File Organization in Research

Table of Contents

I believe it substantially simplifies many aspects of your PhD studies and your research if you organize your files and folders in a smart way. The setup that I’m going to document is probably most useful for Computer Science, and especially Machine Learning, but should also be relevant for related fields. One should also note that there is definitely no ultimate solution to the problem.

Use a Git Repository #

I keep most of my work in one large git repository (named “phd”) which I push to to my bitbucket account (they offer free private repositories and have an awesome academic license!). If you are still using subversion or do not use any revision control system then go and read up on git immediately!

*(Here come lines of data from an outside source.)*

/// `check` solves each probe once per frequency within a call; its verdicts are exactly
/// those of measuring every expectation on its own (bit for bit), here on the RC
/// high-pass (two probes, bias) and on the Chebyshev ladder (the cutoff family at two
/// levels, spot metrics, and a repeated expectation).
#[test]
fn check_reuses_solves_without_changing_results() {
    let chebyshev = format!(
        "{CHEBYSHEV_0P1DB_N5}\
         expect cutoff(out) = 11347.180020503873 Hz ± 1e-5 %\n\
         expect cutoff(out, level -0.1 dB) = 10 kHz ± 1e-7 %\n\
         expect cutoff(out, level -0.09 dB) > 1 Hz\n\
         expect gain(out, 10 kHz) = -6.120599913279625 dB ± 1e-6 dB\n\
         expect phase(out, 5 kHz) < 0 deg\n\
         expect group_delay(out, 5 kHz) > 0 s\n\
         expect passband_gain(out) > -7 dB\n\
         expect cutoff(out) = 11347.180020503873 Hz ± 1e-5 %\n"
    );
    for text in [RC_HIGH_PASS, chebyshev.as_str()] {
        let circuit = circuit_from(text);
        let mut analyzer = Analyzer::new(&circuit).unwrap();
        let freqs = sweep_frequencies(&circuit);
        let verdicts = check(&mut analyzer, &freqs);
        let one_by_one: Vec<Verdict> = circuit
            .expectations
            .iter()
            .map(|e| {
                let unit = measured_unit(&circuit, &e.metric);
                let (measured, warnings) = measure_with_warnings(&mut analyzer, &e.metric, &freqs);
                Verdict {
                    warnings,
                    ..judge(e, measured, unit)
                }
            })
            .collect();
        assert_eq!(verdicts.len(), circuit.expectations.len());
        assert_eq!(verdicts, one_by_one);
    }
    // The Chebyshev expectations all hold except the one with five crossings.
    let circuit = circuit_from(&chebyshev);
    let mut analyzer = Analyzer::new(&circuit).unwrap();
    let verdicts = check(&mut analyzer, &sweep_frequencies(&circuit));
    let failing: Vec<usize> = (0..verdicts.len()).filter(|&i| !verdicts[i].pass).collect();
    assert_eq!(failing, [2], "{verdicts:?}");
    assert_eq!(verdicts[0].measured, verdicts[7].measured);
    assert_eq!(verdicts[0].margin, verdicts[7].margin);
}
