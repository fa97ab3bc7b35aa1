#include "stagewell/stream_reader.hpp"

#include <fmt/format.h>

#include <algorithm>

namespace stagewell {

Result<std::unique_ptr<StreamReader>> StreamReader::create(const SourceSpec& spec,
                                                           std::string source_name,
                                                           Ingestor& ingestor,
                                                           std::size_t max_line_bytes) {
  auto intake = LineIntake::create(spec, std::move(source_name), ingestor);
  if (!intake) return std::unexpected(intake.error());
  return std::unique_ptr<StreamReader>(new StreamReader(std::move(*intake), max_line_bytes));
}

StreamReader::StreamReader(LineIntake intake, std::size_t max_line_bytes)
    : intake_(std::move(intake)), splitter_(max_line_bytes) {}

Result<void> StreamReader::feed(std::string_view chunk) {
  if (chunk.empty()) return status_;
  skipped_to_line_end_ = true;  // the stream goes on: whatever the skip ended in continues
  const std::int64_t start = fed_bytes_;
  fed_bytes_ += static_cast<std::int64_t>(chunk.size());
  splitter_.feed(chunk, [this](const Line& line) { on_line(line); });
  note_line_ends(chunk);
  // A held line whose end came in this chunk, with no later line after it to release it.
  if (held_ && line_ends_ >= held_->number) release_held();
  fingerprint(chunk, start);
  return status_;
}

Result<void> StreamReader::finish() {
  // After a skip that ended past a last line without a newline, that line was processed by the
  // finish() of an earlier run (its bytes are in the stored offset): only count it.
  skipping_ = !skipped_to_line_end_;
  splitter_.finish([this](const Line& line) { on_line(line); });
  skipping_ = false;
  if (held_) release_held();  // the end of the stream ends a held line too
  consumed_bytes_ = fed_bytes_;
  consumed_fingerprint_ = fed_fingerprint_;
  return status_;
}

void StreamReader::skip(std::string_view chunk) {
  skipping_ = true;
  fed_fingerprint_.add(chunk);
  consumed_fingerprint_ = fed_fingerprint_;
  fed_bytes_ += static_cast<std::int64_t>(chunk.size());
  splitter_.feed(chunk, [this](const Line& line) { on_line(line); });
  note_line_ends(chunk);
  skipping_ = false;
  skipped_to_line_end_ = splitter_.pending_bytes() == 0;
  consumed_bytes_ = fed_bytes_;  // skipped bytes were consumed before, by definition
}

void StreamReader::note_line_ends(std::string_view chunk) {
  const auto ends = std::count(chunk.begin(), chunk.end(), '\n');
  if (ends == 0) return;
  line_ends_ += ends;
  const auto after_last = static_cast<std::int64_t>(chunk.size() - (chunk.rfind('\n') + 1));
  consumed_bytes_ = fed_bytes_ - after_last;
}

void StreamReader::fingerprint(std::string_view chunk, std::int64_t start) {
  // consumed_bytes_ only moves forward, to a line end: when it is inside this chunk, the bytes
  // before it finish the consumed fingerprint; when it is before the chunk (a held line goes on),
  // the consumed fingerprint stays as it was.
  if (consumed_bytes_ < start) {
    fed_fingerprint_.add(chunk);
    return;
  }
  const auto split = static_cast<std::size_t>(consumed_bytes_ - start);
  fed_fingerprint_.add(chunk.substr(0, split));
  consumed_fingerprint_ = fed_fingerprint_;
  fed_fingerprint_.add(chunk.substr(split));
}

void StreamReader::release_held() {
  const HeldLine held = std::move(*held_);
  held_.reset();
  process(Line{held.text, held.number, /*too_long=*/true});
}

void StreamReader::on_line(const Line& line) {
  if (held_ && line.number > held_->number) release_held();  // a later line: the held one ended
  ++lines_;
  if (!status_) return;  // the batch is spoiled: nothing more can be stored until a reset
  if (skipping_ && intake_.has_header()) return;  // already past the header: just count
  if (line.too_long && !skipping_) {
    // Reported as soon as it is known to be too long, which is before its end has arrived: its
    // reject waits for the end, so that it is stored with the progress past the whole line.
    held_ = HeldLine{std::string(line.text), line.number};
    return;
  }
  process(line);
}

void StreamReader::process(const Line& line) {
  if (!status_) return;
  if (skipping_) {
    intake_.skip(line);
    return;
  }
  // What became of the line matters to a socket's replies and to a summary, not to a file's
  // progress: only a failure of the store does.
  auto taken = intake_.take(line);
  if (!taken) {
    status_ = std::unexpected(std::move(taken.error()));
    return;
  }
  if (observer_) observer_(line, *taken);
}

}  // namespace stagewell
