void IngestCounts::add(const IngestCounts& other) {
  stored += other.stored;
  duplicates += other.duplicates;
  rejected += other.rejected;
  commits += other.commits;
  for (const auto& [reason, count] : other.rejected_by_reason) rejected_by_reason[reason] += count;
  for (const auto& [flag, count] : other.flagged_by_flag) flagged_by_flag[flag] += count;
}

struct Ingestor::Site {
  const SiteConfig* config = nullptr;
  // Segments of the site's history, their versions, channels and ratings (site_history.hpp).
  std::optional<SiteHistory> history;
  SiteChecker checker;
  // The checks `checker` applies: those in force at the time of the reading being checked. A
  // reading in a period with other checks (a change) rebuilds the checker from the store.
  ChecksSpec checks;
  SiteKey key;
  // Time of the newest stored reading not flagged future, ms. A later reading cannot repeat a
  // stored one, so only readings at or before it need the store's look-up. (Future readings are
  // left out so that one wrong year does not put every later reading through the look-up; their
  // repeats are still caught by the insert, and future readings change no check state.)
  std::optional<std::int64_t> newest_ms;
  std::optional<alarms::SiteAlarms> alarms;  // empty when the site has no alarms configured

  explicit Site(const SiteConfig& site)
      : config(&site), checker(site.checks), checks(site.checks) {}
};

struct Ingestor::State {
  Config config;
  IngestorOptions options;
  Clock clock;
  Store store;
  std::unordered_map<std::string, std::unique_ptr<Site>, SiteIdHash, std::equal_to<>> sites;
  std::optional<WriteBatch> batch;
  std::int64_t batch_started_ms = 0;
  std::int64_t batch_readings = 0;
  IngestCounts pending;  // counts of the open batch, added to the totals on commit
  // Readings of the open batch with each flag, by bit position: counted without building a name
  // per flagged reading, and named once, at commit (into pending.flagged_by_flag).
  std::array<std::int64_t, 32> pending_flags{};

  void count_flags(Flags flags) {
    for (std::uint32_t bits = flags.bits(); bits != 0; bits &= bits - 1) {
      ++pending_flags[static_cast<std::size_t>(std::countr_zero(bits))];
    }
  }
  void name_flag_counts() {
    for (std::size_t bit = 0; bit < pending_flags.size(); ++bit) {
      if (pending_flags[bit] == 0) continue;
      pending.flagged_by_flag[std::string(name(static_cast<Flag>(1u << bit)))] +=
          pending_flags[bit];
    }
    pending_flags.fill(0);
  }
  void clear_pending() {
    pending = IngestCounts{};
    pending_flags.fill(0);
  }
  std::vector<CommitObserver> observers;
  std::optional<daily::DailyKeeper> daily;  // empty when options.keep_daily is off
  std::int64_t opened_ms = 0;               // when the Ingestor was opened (alarms: stale)
  // What the copies of stored readings (checks, alarms, daily keeper) were last taken from: the
  // store says when the stored readings changed since (refresh_copies()).
  ReadingsMark readings_seen;
  // Counts refreshes of the copies, so that work done on them before a batch was opened can be
  // done again when opening it refreshed them.
  std::int64_t refreshes = 0;
  // Alarm events written in the open batch, logged once it commits (never when it rolls back).
  std::vector<std::pair<const Site*, alarms::AlarmEvent>> alarm_log;
  std::vector<alarms::AlarmEvent> alarm_scratch;  // reused for every reading

  void log_alarms() {
    for (const auto& [site, event] : alarm_log) {
      alarms::log_event(site->config->id, event, config.units, site->config->stage.units);
    }
    alarm_log.clear();
  }

  void notify(bool committed) {
    for (const auto& observer : observers) observer(committed);
  }

  State(Config c, IngestorOptions o, Clock k, Store s)
      : config(std::move(c)), options(o), clock(std::move(k)), store(std::move(s)) {}
};

namespace {

Result<void> seed_checker(Store& store, SiteKey key, SiteChecker& checker,
                          std::optional<std::int64_t>& newest_ms) {
  auto stored =
      store.readings().recent(key, std::numeric_limits<std::int64_t>::max(), kSeedReadings);
  if (!stored) return std::unexpected(stored.error());
  std::vector<PastReading> past;
  past.reserve(stored->size());
  for (const auto& reading : *stored) {
    if (reading.flags.has(Flag::future)) continue;
    past.push_back({reading.time_ms, reading.stage});
  }
  newest_ms.reset();
  if (!past.empty()) newest_ms = past.back().time_ms;  // oldest first
  checker.seed(past);
  return {};
}

// A fresh evaluator for the site's alarms, replaying its recent readings and taking which alarms
// are open from the store: an alarm open before a restart stays open and is not raised again.
Result<void> restore_alarms(Store& store, SiteKey key, const SiteConfig& config,
                            std::int64_t started_ms, std::optional<alarms::SiteAlarms>& out) {
  out.reset();
  if (!config.alarms.any()) return {};
  auto stored =
      store.readings().recent(key, std::numeric_limits<std::int64_t>::max(), kSeedReadings);
  if (!stored) return std::unexpected(stored.error());
  std::vector<alarms::AlarmReading> past;
  past.reserve(stored->size());
  for (const auto& reading : *stored) {
    past.push_back({reading.time_ms, reading.stage, reading.discharge, reading.flags});
  }
  auto open = store.alarms().open_kinds(key);
  if (!open) return std::unexpected(open.error());
  out.emplace(config.alarms, started_ms);
  out->restore(past, *open);
  return {};
}

}  // namespace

My phd repository has roughly the following layout:

courses/
it/
publications.bib
readings/
research/
reviews/
software/
supervision/
teaching/
thesis/
writings/

courses stores all the course material of lectures I attended as a student during my studies. it contains smaller code snippets or documentation on how to use some obscure university services or some data backup scripts. publications.bib contains my own publications in one single BibTeX file. readings stores all my 1000+ PDFs of articles I read at one point. research is where all the files directly related to my research go into. When I start working on something new, which is not too related to a previous project I just create a new subfolder in there, something like svm_on_steroids. Ideally you would start a separate git repository for each new project. But when you are initially prototyping some ideas I found it convenient to just keep files in the same git repository. If you share code or write-ups with your colleagues in some other SVN or git repository, I just check out the repository to the research folder and put its name into a .gitignore so that git does not bother about this folder. reviews is ordered by years as a top folder and conference/journal name as a subfolder. I put all the material related to reviewing in there (papers, supplement, review). software holds scientific software, third-party or my own, that I use in more than one research project. supervision stores information related to projects of master students. This might include the project description, but also the code and the report they hand in. teaching contains subfolders (which are usually external SVN repositories) storing material related to classes that I’m co-teaching. I always prefix the name/acronym of the lecture by the year, such that things are in order. thesis is self-explanatory and writings contains talks, grant proposals/reports or writeups not related to any of the larger projects in the research folder.

Archive #

In the research and teaching I have a special folder called archive. When I think I’m done with a project/course, I move the folder to the archive folder and prefix the folder name with the year of completion. In case these subfolders are external git or SVN repositories, I still tend to move everything into the phd git repository (say by doing an svn export) in order to prevent any data loss in the future.

Project Folder Organization #

All my project folders have at least the following three subfolders: doc, experiments and src. Organizing experiments and code for research is a topic on its own, and recently there was a good discussion of the topic by Ali Eslami and John Langford. For the documents in the doc folder I again tend to prefix the conference/journal name by the year.

Flaws #

The readings folder is steadily increasing in size and its size is currently at around 2GB. Also, there is no clear advantage of having a revision history of these files, as they never change. Git is fairly fast and so this does not slow things down too much.

The archiving policy described above should probably also be improved. Git web-hosters, such as github and bitbucket are probably a good way to go about it: If the project is not already one of your private repositories, just create a new repository and import all the content from the external source (or alternatively fork it). One advantage of moving content to a dedicated archive folder is availability on the go.